I'm curious to hear from those who use social media about how it influences their book buying and/or their book reviewing. I'm curious to hear from people who avoid social media to understand why they don't use it. I'm curious about how publishers view the social media aspect and I'm curious about how an older generation - one that didn't grow up with the instant gratification and constant sharing we know today - views this growing reliance on social media. Thoughts?

* My subconscious is clearly trying to remind me to finish my math homework, yes thank you I noticed the word integral, now go away.
** Also my early aversion to use of the words "I" and "me". I've gotten over it since I first started this blog.
*** Or months. Or years, since my track record is not very good in this area...


  1. I can't watch the video because I am work (shhh!) but going off your thoughts, I'd say I do think social media influences a good many people in their book choices and how they read. I am GenX and the internet didn't take off until I was in college already (I still remember the sound of a dial-up modem) so being online is pretty natural though I am always cautious because I do value my privacy. But I agree that generations matter but they aren't hard and fast indicators. Mediums matter too. I think people who like to read, however, don't have a bias against lots of text like people who don't read much often seem to. I would much prefer to read a long article than watch a 15 minute video of the same thing.

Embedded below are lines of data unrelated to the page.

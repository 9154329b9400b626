"""The receiver at work: what it sees of realizations, its noise drawn.

The noise of a realization is its own, the same at every distance at which the field is looked
at and for every variant; the receiver is set up for the light at the end of the line.
"""

from functools import cached_property

import numpy as np
from scipy import fft

from solver.amplifier import bandpass
from solver.experiment import Experiment, Receiver
from solver.features import domain_features, moments
from solver.grid import Field, Grid, Real
from solver.kernels import field_walls, intensity_moments, spectral_moments
from solver.layout import Layout
from solver.receiver import (
    amplitude_transfer,
    demultiplexed,
    demultiplexing,
    is_filtered,
    is_noisy,
    noise_of,
    noise_variance,
    noisy,
)
from solver.source import DIODES, PREAMPLIFIER, draw, stream
from solver.theory import emission_w_per_thz_at_input, received_powers_w
from solver.transforms import COMPLEX, resampled

THERMAL = -1
"""Stands for the spectra of what the diodes draw."""


class Sight:
    """A batch of fields at one place, and what all who look at it have to do once.

    field: √W, (realizations, 2, samples), any time step of the window; samples: of its own time
    step or of the one asked for, whichever is finer, it is looked at on.
    """

    def __init__(self, field: Field, asked: Grid) -> None:
        self.field = field
        samples = max(asked.samples, field.shape[2])
        self.grid = Grid(samples, asked.window_ps / samples)
        self._spectra: dict[float | None, np.ndarray] = {}

    @cached_property
    def resampled(self) -> Field:
        """The fields on the grid they are looked at on."""
        return resampled(self.field, self.grid.samples)

    @cached_property
    def spectrum(self) -> Field:
        """Their spectra."""
        return np.asarray(fft.fft(self.resampled, norm="forward"))

    def power_spectrum(self, receiver: Receiver) -> np.ndarray:
        """Spectra of the powers on the diodes of a receiver, W, frequencies ≥ 0."""
        extinction = receiver.extinction_db
        if extinction not in self._spectra:
            power = demultiplexed(self.resampled, receiver)
            self._spectra[extinction] = np.asarray(fft.rfft(power, norm="forward"))
        return self._spectra[extinction]


class Detection:
    """Preamplifier and receiver of an experiment."""

    def __init__(self, experiment: Experiment) -> None:
        self.experiment = experiment
        self.receiver = experiment.receiver
        ensemble = experiment.ensemble
        self.asked = Grid(ensemble.samples, ensemble.time_step_ps)
        self.layout = Layout.of(ensemble, self.receiver)
        self.received_w = received_powers_w(experiment, self.asked)
        self.mean_w = demultiplexing(self.receiver) @ self.received_w
        self._emission_w_per_thz = emission_w_per_thz_at_input(experiment, self.asked)
        receiver = self.receiver
        self._draws_current = receiver.shot_noise == "on" or receiver.thermal_pa_per_sqrt_hz > 0.0
        self._optical = self._emission_w_per_thz > 0.0 or bool(experiment.preamplifier.bandpass_ghz)
        self._plain = not (
            self._optical
            or is_noisy(receiver)
            or is_filtered(receiver)
            or receiver.sampling_gsps is not None
        )
        # What is linear in the powers is worked out from their spectra, which others need too.
        self._linear = not (
            self._plain
            or receiver.shot_noise == "on"
            or receiver.effective_bits is not None
            or receiver.decimation(self.asked.time_step_ps) > 1
        )
        self._passed: dict[int, tuple[np.ndarray, Real]] = {}
        self._drawn: dict[tuple[range, int, int], np.ndarray] = {}

    @property
    def reads_phases(self) -> bool:
        """Whether what is detected depends on the phases of a field, not on its powers only."""
        return self._optical

    def sight(self, field: Field) -> Sight:
        """Fields, for every receiver of the same window and samples to look at."""
        return Sight(field, self.asked)

    def moments(self, sight: Sight, realizations: range) -> Real:
        """Time means of I1, I2, I1², I2², I1·I2 as detected, shape (realizations, 5).

        Without noise or filter they are taken on whatever grid the field is on, since time means
        of unfiltered intensities are unbiased on any that holds it.
        """
        if self._plain and self.receiver.extinction_db is None:
            return np.asarray(intensity_moments(sight.field))
        if self._linear:
            return self._spectral_moments(sight, self._spectrum(sight, realizations))
        return self._moments(self._seen(sight, realizations))

    def along(self, sight: Sight, realizations: range) -> tuple[Real, Real]:
        """The same moments, and the number of walls, shape (realizations,).

        Walls are counted on whatever grid the intensities are on.
        """
        if self._plain and self.receiver.extinction_db is None:
            field = sight.field
            step_ps = self.asked.window_ps / field.shape[2]
            width = max(1, round(self.layout.wall_smoothing_ps / step_ps))
            return np.asarray(intensity_moments(field)), np.asarray(field_walls(field, width))
        if self._linear:
            spectrum = self._spectrum(sight, realizations)
            found = self._spectral_moments(sight, spectrum)
            amplitude = self._transfer(sight.grid)[0].astype(spectrum.dtype)
            seen = np.asarray(fft.irfft(spectrum * amplitude, sight.grid.samples, norm="forward"))
        else:
            seen = self._seen(sight, realizations)
            found = self._moments(seen)
        grid = Grid(seen.shape[2], self.asked.window_ps / seen.shape[2])
        return found, domain_features(seen, grid, self.layout)[0][:, 0]

    def _spectrum(self, sight: Sight, realizations: range) -> np.ndarray:
        """Spectra of the diodes' currents before the low-pass, W at the demultiplexer."""
        if self._optical:
            power = demultiplexed(self._received(sight, realizations), self.receiver)
            spectrum = np.asarray(fft.rfft(power, norm="forward"))
        else:
            spectrum = sight.power_spectrum(self.receiver)
        if self._draws_current:
            noise = noise_of(self.receiver, self.mean_w, sight.grid)
            drawn = self._kept(realizations, sight.grid, THERMAL)
            spectrum = spectrum + drawn.real.dtype.type(np.sqrt(noise.thermal_w2)) * drawn
        return spectrum

    def _spectral_moments(self, sight: Sight, spectrum: np.ndarray) -> Real:
        """Moments behind the low-pass from spectra before it (Parseval)."""
        found = np.asarray(spectral_moments(spectrum, self._transfer(sight.grid)[1]))
        found[:, 2:4] -= self.known_noise_w2[:, 0]
        return found

    def _transfer(self, grid: Grid) -> tuple[np.ndarray, Real]:
        """Amplitude transfer at frequencies ≥ 0; power transfer, that of ±f together."""
        if grid.samples not in self._passed:
            frequency_ghz = np.fft.rfftfreq(grid.samples, grid.time_step_ps) * 1e3
            amplitude = amplitude_transfer(self.receiver, frequency_ghz)
            both = 2.0 * np.abs(amplitude) ** 2
            both[[0, -1]] *= 0.5  # these two stand for themselves alone
            self._passed[grid.samples] = amplitude, both
        return self._passed[grid.samples]

    def _seen(self, sight: Sight, realizations: range) -> Real:
        if self._plain:
            return demultiplexed(sight.field, self.receiver)
        return self.detected(self._received(sight, realizations), realizations)

    def _moments(self, seen: Real) -> Real:
        found = moments(seen)
        found[:, 2:4] -= self.known_noise_w2[:, 0]
        return found

    def detected(self, received: Field, realizations: range) -> Real:
        """Detected intensities, W at the demultiplexer, one for each sample of the digitizer.

        received: what :meth:`received` makes of the field at the end of the line.
        """
        grid = Grid(received.shape[2], self.asked.window_ps / received.shape[2])
        power = demultiplexed(received, self.receiver)
        if self._plain:
            return power
        noise = noise_of(self.receiver, self.mean_w, grid)
        draws = None
        if self._draws_current:
            draws = self._kept(realizations, grid, DIODES).astype(power.dtype)
        seen = noisy(power, self.receiver, noise, grid, draws)
        return seen[..., :: self.receiver.decimation(grid.time_step_ps)]

    def received(self, field: Field, realizations: range) -> Field:
        """Fields at the demultiplexer, √W, on the time step asked for or a finer one."""
        return self._received(self.sight(field), realizations)

    def _received(self, sight: Sight, realizations: range) -> Field:
        if not self._optical:
            return sight.resampled
        spectrum = sight.spectrum
        if self._emission_w_per_thz:
            emitted = np.sqrt(self._emission_w_per_thz / sight.grid.window_ps)
            spectrum = spectrum + emitted * self._kept(realizations, sight.grid, PREAMPLIFIER)
        passed = bandpass(self.experiment.preamplifier, sight.grid)
        return np.asarray(fft.ifft(spectrum * passed, norm="forward"))

    @cached_property
    def known_noise_w2(self) -> Real:
        """Autocovariance of the receiver's noise that is to be taken off, W².

        Shape (2, samples of the digitizer), lags in FFT order; zero without noise correction.
        """
        step = self.receiver.decimation(self.asked.time_step_ps)
        if self.receiver.noise_correction == "off":
            return np.zeros((2, self.asked.samples // step))
        noise = noise_of(self.receiver, self.mean_w, self.asked)
        return noise_variance(self.receiver, noise, self.mean_w, self.asked)[:, ::step]

    def _kept(self, realizations: range, grid: Grid, what: int) -> np.ndarray:
        """Draws of a batch, which is looked at again at every distance."""
        key = realizations, grid.samples, what
        if key not in self._drawn:
            if len(self._drawn) > 2:
                self._drawn.clear()
            seed = self.experiment.ensemble.seed
            if what == PREAMPLIFIER:
                self._drawn[key] = draw(seed, realizations, grid, what)
            elif what == THERMAL:
                drawn = self._kept(realizations, grid, DIODES)
                precision = COMPLEX[self.experiment.ensemble.precision]
                self._drawn[key] = fft.rfft(drawn, norm="forward").astype(precision)
            else:
                self._drawn[key] = np.stack(
                    [
                        stream(seed, index, what).standard_normal((2, grid.samples))
                        for index in realizations
                    ]
                )
        return self._drawn[key]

    Since I have been blogging I have read more variety and than I ever have and that is mainly from reading blogs. I've discovered a few books through GoodReads follows and a few through Twitter but blogs is where it is at for me. I also read formal print book reviews and essays, but I'd say that 30-40% of what I read I learned about on someone's blog at some time.

  2. Frankly, I am amazed how many books I buy based on social media...probably Goodreads most of all, but Twitter has it's place, as does FB and blogs. I rarely purchase a book from a formal book review (ie, NYT) unless bloggers confirm they like it.

  3. Great video. I've taken the initiative a couple of times to ask for an ARC (once emailed an author who was looking for reviewers, and another time - admittedly a few years ago when I wasn't blogging so much - a publisher) but never got a reply so haven't really attempted it since. I didn't actually know there were "book tubers", I thought it was bloggers who also vlogged, but that's pretty cool and must take guts! I'm influenced on occasion by Twitter, but mostly my reading through recommendations stems from blogs themselves.

  4. I haven't had a chance to watch the video yet, but great post. I'm another GenX blogger/reader - and like Stefanie I remember dial-up modems and a time when I didn't even have (or really need) a computer or cell phone. So I always take with a grain of salt the suggestion that social media is so necessary that everyone has to be on it.

    It is an efficient way to get information.

    In addition to the blog I have Twitter and Goodreads account associated with the blog. The Goodreads account is mainly just to track my books, though I do try to repost reviews there. I subscribe to about 10 different podcasts. I’ve known about vlogs for some time, but have never had much of an interest in them. I find myself primarily using most forms of social media, Twitter and podcasts for example, as resources. They're great places to learn about upcoming books, small presses that publish the kinds of books I'm interested in reading/reviewing, and authors who haven't necessarily come to America yet. Twitter is also a way to connect with other like-minded bloggers and book "professionals" and exchange information in real time. But I view Twitter as raw information, not necessarily something I do because I love doing it. Podcasts have slightly more entertainment value, but more on the scale of an NPR radio show.

    On the other hand, I’ve always read book reviews (and blogs) for pleasure. I enjoy a book review as I would an essay, regardless of whether or not I go on to read the book being discussed. In my mind a good review introduces ideas and is more than a plot synopsis. It creates/provides a larger context in which to read, if that makes sense? I don’t see social media as doing that yet.